# Who's R32 was on the S. 405 fwy?



## Spongerider (Nov 18, 2002)

I was coming home yesterday and there was a dark gray R32 sitting on the side on the road. Who's was it? What happen?


----------



## Ridge_Racer (Feb 7, 2004)

Spongerider said:


> I was coming home yesterday and there was a dark gray R32 sitting on the side on the road. Who's was it? What happen?


I swear if i saw a skyline on the street, i'd wet myself.


----------



## samo (Apr 30, 2002)

I assume this is the 405 in Cali, not the 405 in Washington? If it was the Washington one, it would either be the Pochi Tea Station R32, or Roger's R32, but Roger's is black, not dark grey.


----------



## HondaHater (Aug 27, 2003)

Ridge_Racer said:


> I swear if i saw a skyline on the street, i'd wet myself.


:loser: ive seen too many it gets boring


----------



## mrh (May 12, 2003)

I Was in Oxnard today and i saw a Bayside Blue R34 with Texas plates on it... Sweet car but bummed i wasn't in mine cause that's the first time i've seen a Skyline on the street outside of mine


----------



## Nismo Skyline (May 2, 2002)

mrh said:


> I Was in Oxnard today and i saw a Bayside Blue R34 with Texas plates on it... Sweet car but bummed i wasn't in mine cause that's the first time i've seen a Skyline on the street outside of mine



That was makoto smart. 

I am thinking of having a Skyline Owners meet again this spring. Did one last year and got 10 cars to show up.


----------



## mrh (May 12, 2003)

Nismo Skyline said:


> That was makoto smart.
> 
> I am thinking of having a Skyline Owners meet again this spring. Did one last year and got 10 cars to show up.
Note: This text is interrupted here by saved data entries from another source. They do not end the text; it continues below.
"""Real result records for the report tests, computed once per session by the engine."""

import pytest
from reports_testkit import SURVIVAL, answer


@pytest.fixture(scope="session")
def analytic_record() -> dict:
    """Two groups, d = 0.5, Bonferroni over 2, clusters of 20 with ICC 0.05, 20% dropout."""
    return answer(
        adjustments={
            "dropout": 0.2,
            "cluster": {"mean_size": 20, "icc": 0.05},
            "comparisons": 2,
        }
    )


@pytest.fixture(scope="session")
def simulated_record() -> dict:
    """Two groups, d = 0.5, solved by simulation (2,000 replicates) with 10% dropout."""
    return answer(
        method="simulation",
        adjustments={"dropout": 0.1},
        simulation={"replicates": 2000, "search_replicates": 1000, "seed": 20261201},
    )


@pytest.fixture(scope="session")
def simulated_power_record() -> dict:
    """Two groups, d = 0.5, power at 30 per group by simulation (2,000 replicates)."""
    return answer(
        find="power",
        sample_size={"per_group": [30, 30]},
        method="simulation",
        simulation={"replicates": 2000, "seed": 20261201},
    )


@pytest.fixture(scope="session")
def survival_record() -> dict:
    """Log-rank, HR 0.75, control median 12 months, accrual 24, follow-up 12 (Schoenfeld)."""
    return answer(**SURVIVAL)
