def test_kruskal_null_with_lognormal_groups():
    # common practice, no source: Kruskal–Wallis with identical groups rejects at about alpha
    data = {"groups": [{"family": "lognormal", "mu": 0.0, "sigma": 1.0}] * 3}
    q = question(
        K_GROUPS,
        {"cohens_f": 0.25, "group_count": 3},
        per_group=(20, 20, 20),
        analysis="kruskal_wallis",
        data=data,
        replicates=4000,
    )
    assert within(run(q)["type_i_error"], 0.05)


SURVIVAL = {
    "hazard_ratio": 0.5,
    "control_hazard": math.log(2) / 12,
    "accrual": 24.0,
    "follow_up": 12.0,
    "loss_hazard": 0.0,
}


def test_logrank_events_match_lachin_foulkes():
    # formula: P(event) = 1 − [e^(−λf) − e^(−λ(a+f))]/(λa), Lachin & Foulkes (1986); control 0.729495
    q = question(TIME_TO_EVENT, SURVIVAL, per_group=(60, 60), replicates=2000)
    out = run(q)
    lam = math.log(2) / 12

    def p_event(h):
        return 1 - (math.exp(-h * 12) - math.exp(-h * 36)) / (h * 24)

    assert p_event(lam) == pytest.approx(0.729495, abs=1e-6)
    mean_events = 60 * p_event(lam) + 60 * p_event(lam * 0.5)
    sd = math.sqrt(
        60 * p_event(lam) * (1 - p_event(lam)) + 60 * p_event(lam / 2) * (1 - p_event(lam / 2))
    )
    assert abs(out["events"]["mean_per_replicate"] - mean_events) <= 4 * sd / math.sqrt(2000)
    assert within(out["type_i_error"], 0.05)


def test_logrank_power_near_schoenfeld():
    # formula: Schoenfeld (1983): power = Φ(√(D/4)·|ln HR| − z.975) at the expected events D; ±0.03
    q = question(TIME_TO_EVENT, SURVIVAL, per_group=(50, 50), replicates=4000)
    out = run(q)
    d = out["events"]["mean_per_replicate"]
    approx = stats.norm.cdf(math.sqrt(d / 4) * math.log(2) - stats.norm.ppf(0.975))
    assert abs(out["power"]["estimate"] - approx) < 0.03


def test_heavy_tails_show_in_the_null_check():
    # common practice, no source: Welch on skewed lognormal arms of very different spread loses its level
    data = {
        "control": {"family": "lognormal", "mu": 0.0, "sigma": 1.5},
        "treatment": {"family": "lognormal", "mu": 0.0, "sigma": 0.3},
    }
    out = run(question(per_group=(10, 40), analysis="welch_t", data=data, replicates=4000))
    assert out["type_i_error"]["verdict"] == "exceeds"
    assert any("type I error" in w for w in out["warnings"])


# --- reproducibility ---------------------------------------------------------------------------


def test_same_question_and_seed_give_the_same_answer():
    # common practice, no source: a seeded simulation is a pure function of question and seed
    q = question(find="sample_size", replicates=3000)
    assert run(copy.deepcopy(q)) == run(copy.deepcopy(q))
    other = copy.deepcopy(q)
    other["simulation"]["seed"] += 1
    assert run(other)["power"] != run(q)["power"]


def test_shuffled_chunks_through_json_give_the_same_digits():
    # common practice, no source: digits must not depend on which process ran which chunk, or when
    q = question(
        ORDINAL, {"prob_superiority": 0.62}, find="sample_size", replicates=3000, chunk_size=500
    )
    shuffler = random.Random(5)

    def executor(tasks):
        order = list(range(len(tasks)))
        shuffler.shuffle(order)
        results = {}
        for i in order:  # out of order and through JSON, as a worker pool would
            results[i] = json.loads(json.dumps(run_chunk(json.loads(json.dumps(tasks[i])))))
        return [results[i] for i in range(len(tasks))]

    assert run(copy.deepcopy(q), executor=executor) == run(copy.deepcopy(q))
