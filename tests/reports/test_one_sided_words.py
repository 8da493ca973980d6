"""The justification says which way a one-sided test looked: where the assumed effect points."""

from __future__ import annotations

import math

import pytest
from reports_testkit import SURVIVAL, answer
from statsmodels.stats.power import TTestIndPower

from service.reports.justification import justification


@pytest.mark.parametrize(
    "difference,words",
    [
        (-5.0, "a lower value than under the null"),
        (5.0, "a higher value than under the null"),
    ],
)
def test_one_sided_two_groups_names_its_alternative(difference, words):
    record = answer(
        alternative="one-sided", effect={"difference": difference}, assumptions={"sd": 12.0}
    )
    # noncentral t, one-sided 0.05, d = 5/12, power .80 (statsmodels TTestIndPower, the
    # alternative towards the effect): both signs need the same size
    side = "larger" if difference > 0 else "smaller"
    n = TTestIndPower().solve_power(
        effect_size=difference / 12.0, alpha=0.05, power=0.8, alternative=side
    )
    assert record["sample_size"]["per_group"] == [math.ceil(n)] * 2
    assert f"one-sided significance level of 0.05 (the alternative: {words})" in justification(
        record
    )


def test_survival_words_are_about_times():
    record = answer(**dict(SURVIVAL, effect={"hazard_ratio": 1.4}), alternative="one-sided")
    assert "(the alternative: shorter times to the event)" in justification(record)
Sounds good... Keep me bookmarked for that one then... I've got three rides i can show up with


----------



## Spongerider (Nov 18, 2002)

samo said:


> I assume this is the 405 in Cali, not the 405 in Washington? If it was the Washington one, it would either be the Pochi Tea Station R32, or Roger's R32, but Roger's is black, not dark grey.
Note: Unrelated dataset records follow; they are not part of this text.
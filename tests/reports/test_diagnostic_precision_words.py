"""Sensitivity and specificity to a given precision (Buderer 1996, Acad Emerg Med 3:895): the
report says two intervals, each with its half-width, and which one sets the sample size; every
number is the record's, and the record's numbers are Buderer's formula. Demo data: Northbridge
(the chest-pain rule example), invented."""

from __future__ import annotations

import html
import math
import re

import pytest
from scipy import stats

from service.reports.justification import justification
from service.reports.plots import curve_points, power_curve_svg
from service.reports.render import render_report
from tests.posted import ACCURACY, posted, record_of
from tests.reports.reports_testkit import REQUEST

Z = stats.norm.ppf(0.975)


def _record(se: float, sp: float, prev: float, **over) -> dict:
    raw = posted(
        ACCURACY,
        effect={"sensitivity": se, "specificity": sp},
        assumptions={"prevalence": prev},
        **over,
    )
    return record_of(raw)


def _half_width(p: float, subjects: float) -> float:
    # formula: the Wald half-width z·√(p(1 − p)/m) among m expected subjects (Buderer 1996)
    return Z * math.sqrt(p * (1 - p) / subjects)


def _page_text(record: dict) -> str:
    svg = power_curve_svg(curve_points(record, points=5))
    page = render_report(REQUEST, record, curve_svg=svg)
    return re.sub(r"\s+", " ", html.unescape(re.sub(r"<[^>]+>", " ", page)))


def test_record_holds_both_half_widths_by_buderers_formula():
    record = _record(0.9, 0.8, 0.2)
    n = record["sample_size"]["steps"][0]["per_group"][0]
    # formula: Buderer (1996), n = z²·Se(1 − Se)/(E²·prevalence) = 691.46 → 692 (sensitivity)
    assert n == math.ceil(Z**2 * 0.9 * 0.1 / (0.05**2 * 0.2))
    sens, spec = record["precision"]["intervals"]
    assert (sens["estimand"], sens["subjects"]) == ("sensitivity", "cases")
    assert (spec["estimand"], spec["subjects"]) == ("specificity", "non-cases")
    assert sens["expected_subjects"] == pytest.approx(n * 0.2)
    assert spec["expected_subjects"] == pytest.approx(n * 0.8)
    assert sens["half_width_expected"] == pytest.approx(_half_width(0.9, n * 0.2), rel=1e-12)
    assert spec["half_width_expected"] == pytest.approx(_half_width(0.8, n * 0.8), rel=1e-12)
    assert record["precision"]["wider"] == "sensitivity"
    assert record["precision"]["half_width_expected"] == sens["half_width_expected"]


def test_justification_says_two_intervals_and_which_sets_the_size():
    record = _record(0.9, 0.8, 0.2, adjustments={"dropout": 0.05})
    text = justification(record)
    sens, spec = record["precision"]["intervals"]
    assert "a two-sided 95% confidence interval" not in text
    assert (
        "by two two-sided 95% confidence intervals, one for the sensitivity (among the cases) and "
        "one for the specificity (among the non-cases), each with a half-width of at most 0.05 "
        "when the observed proportions equal the planned ones."
    ) in text
    assert (
        f"At the analyzed size the sensitivity interval's half-width is "
        f"{sens['half_width_expected']:g} (among the expected "
        f"{round(sens['expected_subjects'], 1):g} cases) and the specificity interval's is "
        f"{spec['half_width_expected']:g} (among the expected "
        f"{round(spec['expected_subjects'], 1):g} non-cases)"
    ) in text
    # formula: the specificity alone needs z²·Sp(1 − Sp)/(E²·(1 − prevalence)) = 307.32
    alone = Z**2 * 0.8 * 0.2 / (0.05**2 * 0.8)
    assert (
        "The sensitivity interval is the wider of the two and sets the sample size; the "
        f"specificity interval alone would need {alone:.2f} participants (unrounded)."
    ) in text


def test_specificity_can_set_the_size():
    # Buderer's formula: Se 0.8, Sp 0.7, prevalence 0.6, E 0.07 → the specificity's n is larger
    record = _record(0.8, 0.7, 0.6, hypothesis={"aim": "estimation", "half_width": 0.07})
    assert record["precision"]["wider"] == "specificity"
    alone = Z**2 * 0.8 * 0.2 / (0.07**2 * 0.6)
    assert (
        "The specificity interval is the wider of the two and sets the sample size; the "
        f"sensitivity interval alone would need {alone:.2f} participants (unrounded)."
    ) in justification(record)


def test_a_stated_size_gives_both_half_widths():
    raw = posted(
        ACCURACY,
        find="precision",
        sample_size={"total": 400},
        hypothesis={"aim": "estimation"},
        effect={"sensitivity": 0.8, "specificity": 0.7},
        assumptions={"prevalence": 0.6},
    )
    record = record_of(raw)
    text = justification(record)
    assert (
        "With 400 participants enrolled, two two-sided 95% confidence intervals, one for the "
        "sensitivity (among the cases) and one for the specificity (among the non-cases) "
        "estimate the sensitivity"
    ) in text
    assert (
        f"At this size the sensitivity interval's half-width is {_half_width(0.8, 240):g} (among "
        f"the expected 240 cases) and the specificity interval's is {_half_width(0.7, 160):g} "
        "(among the expected 160 non-cases)"
    ) in text
    assert "The specificity interval is the wider of the two." in text
    assert "sets the sample size" not in text
    page = _page_text(record)
    assert "Looking for The half-width of each interval the stated sample size gives" in page


def test_report_page_shows_each_interval_and_draws_both():
    record = _record(0.9, 0.8, 0.2, adjustments={"dropout": 0.05})
    sens, spec = record["precision"]["intervals"]
    page = _page_text(record)
    assert "Looking for The sample size that makes each confidence interval narrow enough" in page
    assert "Interval Two two-sided 95% confidence intervals, one for the sensitivity" in page
    assert (
        f"{sens['half_width_expected']:g} half-width of the sensitivity interval (among the "
        f"expected {round(sens['expected_subjects'], 1):g} cases), the wider: it sets the sample "
        "size"
    ) in page
    assert (
        f"{spec['half_width_expected']:g} half-width of the specificity interval (among the "
        f"expected {round(spec['expected_subjects'], 1):g} non-cases)"
    ) in page
    assert "The half-width of each interval (sensitivity and specificity) against" in page
    points = curve_points(record, points=5)
    assert [i["estimand"] for i in points["intervals"]] == ["sensitivity", "specificity"]
    # each line is the Wald half-width at the analyzed size (enrolled less 5% dropout)
    for n, h in zip(points["n"], points["intervals"][1]["half_widths"], strict=True):
        assert h == pytest.approx(_half_width(0.8, n * 0.95 * 0.8), rel=1e-9)
    svg = power_curve_svg(points)
    assert 'id="analytic-curve"' in svg and 'id="analytic-curve-1"' in svg
    assert "Half-width of each interval against enrolled" in svg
Yup that was on the Cali. 405.


----------



## chimmike (Oct 17, 2002)

HondaHater said:


> :loser: ive seen too many it gets boring


congratulations, after reading 5 posts from you in 5 different threads, you officially have earned the nissanforums.com :dumbass: award.


----------



## HondaHater (Aug 27, 2003)

zzzzzzzzzzz


----------



## Daidae (Jan 2, 2004)

samo said:


> it would either be the Pochi Tea Station R32


Cannot be. I bought it from Christiaan.


----------